Annual salary for each customer
Find only salary payments.
df_salaries = df[df['txn_description']=='PAY/SALARY'].groupby('customer_id').sum()
Every customer in the dataset has a different frequency for receiving their salary, some get paid once a month, some every week. To find an average monthly salary we will sum up all their payments in the three months of data we have and divide it by three. To then get the annual salary we multiply the average monthly salary with 12.
annual_salaries = df_salaries['amount']/3*12 # annual salary for each customer
Predicting annual salary
First we will need to do some dummy encoding on categorical variables like ‘status’, ’txn_description’, ‘gender’, ‘state’ and ‘age_bin’.
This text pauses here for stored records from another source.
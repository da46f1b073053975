"""Rules, and every entry among them."""

import pytest

from service.alerts.rules import RULES, Direction, Rule, Severities

BETTER_HIGH = {"ndvi", "ndmi", "nbr", "nir"}


@pytest.mark.parametrize("rule", RULES.values(), ids=RULES)
def test_every_rule_can_open_and_close(rule: Rule) -> None:
    assert RULES[rule.id] is rule
    assert rule.measures
    assert 1 <= rule.looks_needed <= rule.looks_window
    for thresholds in (rule.thresholds, rule.new_crop, rule.low_power):
        assert rule.close_below < thresholds.cause < thresholds.look < thresholds.single_look


@pytest.mark.parametrize("rule", RULES.values(), ids=RULES)
def test_every_rule_watches_the_worse_side(rule: Rule) -> None:
    for watched in rule.measures:
        is_below = watched.direction is Direction.BELOW
        assert is_below == (watched.index in BETTER_HIGH)
        assert rule.signs[watched.index] == (-1.0 if is_below else 1.0)


@pytest.mark.parametrize(
    ("score", "severity"), [(4.49, "low"), (4.5, "medium"), (8.99, "medium"), (9.0, "high")]
)
def test_severity_goes_by_score(score: float, severity: str) -> None:
    assert Severities().of(score) == severity


def test_the_bounds_of_severity_can_be_set() -> None:
    assert Severities(medium=2.0, high=3.0).of(3.5) == "high"
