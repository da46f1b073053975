"""Regional notices: a shift that the crops of a region share."""

from datetime import datetime, timedelta
from math import nan

import pytest

from service.alerts.notices import (
    CropShift,
    Notice,
    NoticeState,
    Region,
    season_over,
    watch_region,
)
from tests.scored_looks import FIRST

CROPS = ("barley", "beet", "maize")


def crop(
    name: str,
    moisture: float,
    *,
    looks: int = 8,
    green: float = 0.8,
    haze: float = 0.0,
    rising: float = 0.0,
    dryness: float | None = None,
) -> CropShift:
    """Return a crop's shift; without a word on 1.6 µm, by so much as moisture tells alone."""
    return CropShift(
        crop=name,
        looks=looks,
        moisture=moisture,
        dryness=-moisture / 2 if dryness is None else dryness,
        green=green,
        rising=rising,
        haze=haze,
    )


def at(day: int) -> datetime:
    return FIRST + timedelta(days=day)


def watched(
    shifts: list[float], *, every_days: int = 5, region: Region | None = None, first: int = 0
) -> tuple[Region, list[Notice]]:
    """Return memory and notices after passes in which all crops share a shift."""
    region, told = region or Region(name="10-01"), []
    for number, shift in enumerate(shifts):
        region, new = watch_region(
            region,
            [crop(name, shift) for name in CROPS],
            at=at(first + every_days * number),
        )
        told += new
    return region, told


def test_three_dry_passes_of_four_open_a_notice() -> None:
    for shifts in ([-0.05] * 3, [-0.05, -0.01, -0.06, -0.05]):
        region, (notice,) = watched(shifts)
        assert notice.state is NoticeState.OPEN
        assert notice.opened_at == at(5 * (len(shifts) - 1))
        assert (notice.measure, notice.crops) == ("ndmi", CROPS)
        assert region.notice == notice
    for shifts in ([-0.05] * 2, [-0.045] * 8, [-0.05, 0.0, 0.0, -0.05, -0.05, 0.0, 0.0]):
        assert watched(shifts)[1] == []


@pytest.mark.parametrize(("every_days", "notices"), [(3, 0), (4, 1)])
def test_what_lasts_less_than_eight_days_is_weather(every_days: int, notices: int) -> None:
    assert len(watched([-0.06] * 3, every_days=every_days)[1]) == notices


def test_a_notice_closes_after_three_passes_of_four_above_half_its_limit() -> None:
    region, told = watched([-0.05] * 3 + [-0.01, -0.03, -0.02, -0.02])
    assert [notice.state.value for notice in told] == ["open", "closed"]
    assert (told[-1].closed_at, told[-1].id, region.notice) == (at(30), told[0].id, None)
    assert region.recent == (), "the next one starts from nothing"


def test_a_deeper_shift_moves_an_open_notice() -> None:
    _, told = watched([-0.05, -0.05, -0.05, -0.08, -0.06])
    assert [notice.shift for notice in told] == [-0.05, -0.08]


def test_the_median_crop_tells() -> None:
    region = Region()
    for number in range(3):
        region, told = watch_region(
            region,
            [crop("barley", -0.09), crop("beet", -0.06), crop("maize", 0.01)],
            at=at(5 * number),
        )
    (notice,) = told
    assert (notice.shift, notice.crops) == (-0.06, ("barley", "beet"))


@pytest.mark.parametrize(
    "silent",
    [
        crop("beet", -0.06, looks=7),
        crop("beet", -0.06, green=0.4),
        crop("beet", -0.06, haze=0.015),
        crop("beet", -0.06, rising=-0.1),
        crop("beet", nan, dryness=0.03),
    ],
    ids=["few", "bare", "hazy", "ripening", "unknown"],
)
def test_a_crop_that_does_not_tell_leaves_too_few(silent: CropShift) -> None:
    assert not silent.tells
    region = Region()
    for number in range(6):
        region, told = watch_region(
            region, [crop("barley", -0.06), silent, crop("maize", -0.06)], at=at(5 * number)
        )
        assert told == []
    assert region.recent == ()


def test_less_cover_is_no_drought() -> None:
    # Ripe early or cut: NDMI falls, 1.6 µm hardly rises.
    assert crop("barley", -0.10, dryness=0.01).shift == pytest.approx(-0.025)
    assert crop("barley", -0.10, dryness=0.06).shift == -0.10
    assert crop("barley", -0.10, dryness=nan).shift == -0.10


def test_identity_is_region_kind_and_opening() -> None:
    _, (first,) = watched([-0.05] * 3)
    _, (again,) = watched([-0.05] * 3)
    _, (later,) = watched([-0.05] * 3, first=1)
    _, (elsewhere,) = watched([-0.05] * 3, region=Region(name="04-01"))
    assert first.id == again.id
    assert len({first.id, later.id, elsewhere.id}) == 3


def test_the_end_of_a_season_closes_a_notice() -> None:
    region, _ = watched([-0.05] * 3)
    after, (closed,) = season_over(region, at=at(40))
    assert (closed.state, closed.closed_at) == (NoticeState.CLOSED, at(40))
    assert after == Region(name="10-01")
    assert season_over(after, at=at(41)) == (after, [])


def test_a_region_is_kept_and_read_again() -> None:
    for shifts in ([], [-0.05], [-0.05] * 3):
        region, told = watched(shifts)
        assert Region.from_dict(region.as_dict()) == region
        assert all(Notice.from_dict(notice.as_dict()) == notice for notice in told)
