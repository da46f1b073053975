"""The published tables of quality values, number by number and over a parcel.

Sources: QA_PIXEL, the tables of pixel values in USGS LSDS-1619 (Landsat 8 and 9) and LSDS-1618
(Landsat 4 to 7), as in `checks.csv`, group `qa_pixel`, with three numbers that occur in
distributed scenes and are in no table (from memory); SCL, the agency's legend of the scene
classification, group `scl`. What is lost to which reason is worked out by hand from the
meaning that the tables state; which rule keeps what is our own choice.
"""

import csv
import json
from collections.abc import Mapping
from pathlib import Path
from typing import Any

import numpy as np
import pytest
from numpy.typing import NDArray

from service.spectral.quality_bits import QA_PIXEL
from tests.serving import SCENE, Service, square, write_band

Row = dict[str, str]

with (Path(__file__).parent / "checks.csv").open(newline="", encoding="utf-8") as lines:
    ROWS = [row for row in csv.DictReader(lines) if row["group"] == "qa_pixel"]

every_row = pytest.mark.parametrize("row", ROWS, ids=[row["id"] for row in ROWS])

FIELDS = {
    "fill": 0, "dilated_cloud": 1, "cirrus": 2, "cloud": 3, "cloud_shadow": 4, "snow": 5,
    "clear": 6, "water": 7,
}  # fmt: skip
PAIRS = {"cloud": 8, "shadow": 10, "snow": 12, "cirrus": 14}

CLEAR, WATER = "clear", "water"
"""What a cell is by hand: kept as land or as water, or the reason, with `, water` beside it."""

LANDSAT_8_9 = {
    1: "nodata",
    21824: CLEAR,
    21826: "cloud",  # dilated cloud over land
    21888: WATER,
    21890: "cloud, water",  # dilated cloud over water
    22080: CLEAR,  # medium confidence of cloud
    22144: WATER,  # medium confidence of cloud over water
    22280: "cloud",
    23888: "shadow",
    23952: "shadow, water",
    24088: "cloud",  # medium confidence with shadow: the cloud bit is set
    24216: "cloud, water",
    24344: "cloud",
    24472: "cloud, water",
    30048: "snow",
    54596: "cloud",  # cirrus
    54852: "cloud",
    55052: "cloud",
    56856: "cloud",
    56984: "cloud, water",
    57240: "cloud, water",  # the water bit is set, though the table's label does not say so
    21762: "cloud",  # dilated cloud, as some scenes have it
    21952: WATER,  # clear and water, as some scenes have it
    29986: "cloud",  # dilated cloud over snow
}
LANDSAT_4_7 = {
    1: "nodata",
    5440: CLEAR,
    5442: "cloud",  # dilated cloud over land
    5504: WATER,
    5506: "cloud, water",
    5696: CLEAR,  # medium confidence of cloud
    5760: WATER,
    5896: "cloud",
    7440: "shadow",
    7568: "shadow, water",
    7696: "shadow",  # medium confidence of cloud with shadow: here the cloud bit is not set
    7824: "shadow, water",
    7960: "cloud",
    8088: "cloud, water",
    13664: "snow",
}
SCENE_CLASSES = {
    0: "nodata",
    1: "saturation",
    2: CLEAR,
    3: "shadow",
    4: CLEAR,
    5: CLEAR,
    6: WATER,
    7: CLEAR,
    8: "cloud",
    9: "cloud",
    10: "cloud",
    11: "snow",
}


def verdict(row: Row) -> tuple[int, dict[str, Any]]:
    return json.loads(row["input"])["value"], json.loads(row["expected"])


def kept(value: int, rule: str) -> bool:
    return bool(QA_PIXEL.judge(np.array([value], np.uint16), rule).usable[0])


@every_row
def test_a_published_number_has_the_published_flags(row: Row) -> None:
    value, worked = verdict(row)
    assert {name for name, bit in FIELDS.items() if value >> bit & 1} == set(worked["flags"])
    for name, confidence in worked.get("conf", {}).items():
        assert value >> PAIRS[name] & 0b11 == confidence


@every_row
def test_a_published_number_is_kept_as_in_the_table(row: Row) -> None:
    value, worked = verdict(row)
    assert not QA_PIXEL.unknown(np.array([value], np.uint16))
    if "keep_default_land" not in worked:
        by_hand = LANDSAT_8_9[value]
        assert kept(value, "clear") == (by_hand in (CLEAR, WATER))
        return
    assert kept(value, "land") == worked["keep_default_land"]
    assert kept(value, "water") == worked["keep_water"]
    assert kept(value, "snow") == worked["keep_snow"]
    assert kept(value, "clear") == (worked["keep_default_land"] or worked["keep_water"])
    # The table's strict land rule is `strict` and `land` at once.
    strict_land = kept(value, "strict") and kept(value, "land")
    assert strict_land == worked["keep_strict_land"]
    assert kept(value, "surface") == (
        worked["keep_default_land"] or worked["keep_water"] or worked["keep_snow"]
    )


def test_the_parcels_below_have_every_published_number() -> None:
    assert sorted({*LANDSAT_8_9, *LANDSAT_4_7}) == sorted(verdict(row)[0] for row in ROWS)


CASES: Mapping[str, tuple[dict[str, Any], Mapping[int, str], int, int]] = {
    # The scene, what its numbers are by hand, the quality layer's cell in metres, cells a side.
    "landsat-9": (
        {"sensor": "landsat-c2-l2", "platform": "landsat-9"}, LANDSAT_8_9, 30, 5,
    ),
    "landsat-5": (
        {"sensor": "landsat-c2-l2", "platform": "landsat-5"}, LANDSAT_4_7, 30, 4,
    ),
    "sentinel-2b": (
        {
            "sensor": "sentinel-2-l2a",
            "platform": "sentinel-2b",
            "processing_baseline": "05.10",
        },
        SCENE_CLASSES, 20, 4,
    ),
}  # fmt: skip


def reason_of(by_hand: str) -> str | None:
    reason = by_hand.split(",", maxsplit=1)[0]
    return None if reason in (CLEAR, WATER) else reason


def laid_out(numbers: Mapping[int, str], side: int) -> NDArray[Any]:
    """Return every number once in a square, filled up with the first clear one."""
    clear = next(number for number, by_hand in numbers.items() if by_hand == CLEAR)
    every = [*numbers, *[clear] * (side * side - len(numbers))]
    dtype = np.uint8 if max(every) < 256 else np.uint16
    return np.array(every, dtype=dtype).reshape(side, side)


@pytest.mark.parametrize("name", CASES)
def test_a_parcel_of_all_published_numbers_has_the_shares_worked_out_by_hand(
    service: Service, tmp_path: Path, name: str
) -> None:
    more, numbers, cell_m, side = CASES[name]
    quality = laid_out(numbers, side)
    by_hand = [numbers[int(number)] for number in quality.flat]
    files = {
        role: write_band(
            tmp_path / f"{role}.tif", np.full((side, side), number, np.uint16), cell_m=cell_m
        )
        for role, number in {"green": 10_000, "red": 12_000, "nir": 20_000, "swir16": 9_000}.items()
    }
    files["quality"] = write_band(tmp_path / "quality.tif", quality, cell_m=cell_m)
    step = cell_m // 10
    service.put_parcels(
        square("whole", col=0, row=0, size=step * side),
        *(
            square(
                f"cell-{place}", col=step * (place % side), row=step * (place // side), size=step
            )
            for place in range(len(by_hand))
        ),
    )
    scene = {"ref": "s1", "acquired_at": SCENE["acquired_at"], **more}
    answer = service.post_scene(scene, files)
    assert answer.json()["state"] == "done", answer.text

    listed = service.get("/v1/scenes/s1/parcels", params={"limit": 1000})["parcels"]
    parcels = {entry["parcel"]: entry for entry in listed}
    for place, told in enumerate(by_hand):
        entry, reason = parcels[f"cell-{place}"], reason_of(told)
        assert entry["state"] == ("measured" if reason is None else "unseen"), told
        assert entry["reason"] == reason, told
        assert entry["valid_share"] == pytest.approx(float(reason is None), abs=1e-5), told
        assert entry["water"] == pytest.approx(float("water" in told), abs=1e-5), told

    whole = parcels["whole"]
    expected = {
        loss: sum(reason_of(told) == loss for told in by_hand) / len(by_hand)
        for loss in ("cloud", "shadow", "snow", "nodata", "saturation")
    }
    assert {loss: whole[loss] for loss in expected} == pytest.approx(expected, abs=1e-5)
    clear = sum(reason_of(told) is None for told in by_hand)
    assert whole["valid_share"] == pytest.approx(clear / len(by_hand), abs=1e-5)
    assert whole["pixels"] == pytest.approx(clear, abs=1e-3)
    water = sum("water" in told for told in by_hand)
    assert whole["water"] == pytest.approx(water / len(by_hand), abs=1e-5)

    # NDSI is of snow too, so its share is that of clear cells and of snow together.
    snow = service.series("whole", "ndsi", min_valid=0, stat="valid_share,pixels")
    seen = clear + sum(told == "snow" for told in by_hand)
    assert snow["valid_share"] == [pytest.approx(seen / len(by_hand), abs=1e-5)]
    assert snow["pixels"] == [pytest.approx(seen, abs=1e-3)]


@pytest.mark.parametrize(
    ("numbers", "figures"),
    # Counted on paper: clear and water, cloud, shadow, snow, nodata, saturation, water.
    [
        (laid_out(LANDSAT_8_9, 5), (6, 15, 2, 1, 1, 0, 9)),
        (laid_out(LANDSAT_4_7, 4), (5, 5, 4, 1, 1, 0, 6)),
        (laid_out(SCENE_CLASSES, 4), (9, 3, 1, 1, 1, 1, 1)),
    ],
    ids=["landsat-9", "landsat-5", "sentinel-2b"],
)
def test_the_tables_worked_by_hand_add_up_as_counted_on_paper(
    numbers: NDArray[Any], figures: tuple[int, ...]
) -> None:
    worked = {**LANDSAT_8_9, **LANDSAT_4_7, **({} if numbers.dtype == np.uint16 else SCENE_CLASSES)}
    told = [worked[int(number)] for number in numbers.flat]
    losses = ("cloud", "shadow", "snow", "nodata", "saturation")
    counted = [sum(reason_of(each) == loss for each in told) for loss in (None, *losses)]
    assert (*counted, sum("water" in each for each in told)) == figures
Then check correlation between variabels and ‘annual_salary’.
num_feats.corr()['annual_salary'].sort_values(ascending=False)
annual_salary 1.000000
avg_trans_amount_ov 0.538656
med_balance 0.258076
balance 0.257159
amount 0.091111
avg_trans_amount 0.044312
num_large_trans -0.045275
avg_weekly_trans_num -0.079352
max_amount -0.097739
no_trans_days -0.172765
avg_weekly_purch_num -0.189532
Name: annual_salary, dtype: float64
Here I realised avg_trans_amount_overall is suspiciously highly correlated. I decided to not use this as a feature for our predictive model because the calculation includes salary payments and we are trying to predict customers’ annual salary just by their purchasing behaviour, without knowing about their salary payments.
For testing, I chose to split our data to 70% train and 30% for test set.
Linear regression
Let’s build a simple linear regression model with sklearn to predict customers’ annual salary with features we defined earlier.
Our linear model valuation:
R-squared 0.5381890117545585
MAE: 13706.815968071387
MSE: 323705668.54002833
RMSE: 17991.822268464868
Plotting the predictions. Our model’s predictions are plotted in blue, perfect predictions in red.
Our model’s predictions are kind of following the trend, but still too scattered to be trusted. So our linear regression model did not perform the best and this would not be an accurate way to predict customers’ annual salaries. But let’s try using a different model.
Gradient boosting
Gradient boosting is an ensemble learner. This means it will create a final model based on a collection of individual decision tree models.
Our gradient boosting model performed noticably better than the linear regression earlier:
R-squared 0.9842118273179078
MAE: 2476.2601909654327
MSE: 11066694.217258077
RMSE: 3326.66412750943
Plotting the predictions. Our gradient boosting model’s predictions are plotted in blue, perfect predictions in red.
A gradient descent procedure is used to minimize the loss when adding trees. Our model’s loss is minimsed at around 400 trees.
Results
Our gradient boosting machine definitely outperformed the linear regression model. Should it be used to segment customers whose annual salary we do not have? Maybe not yet. We could definitely do better with more data (real data) and more parameter tuning.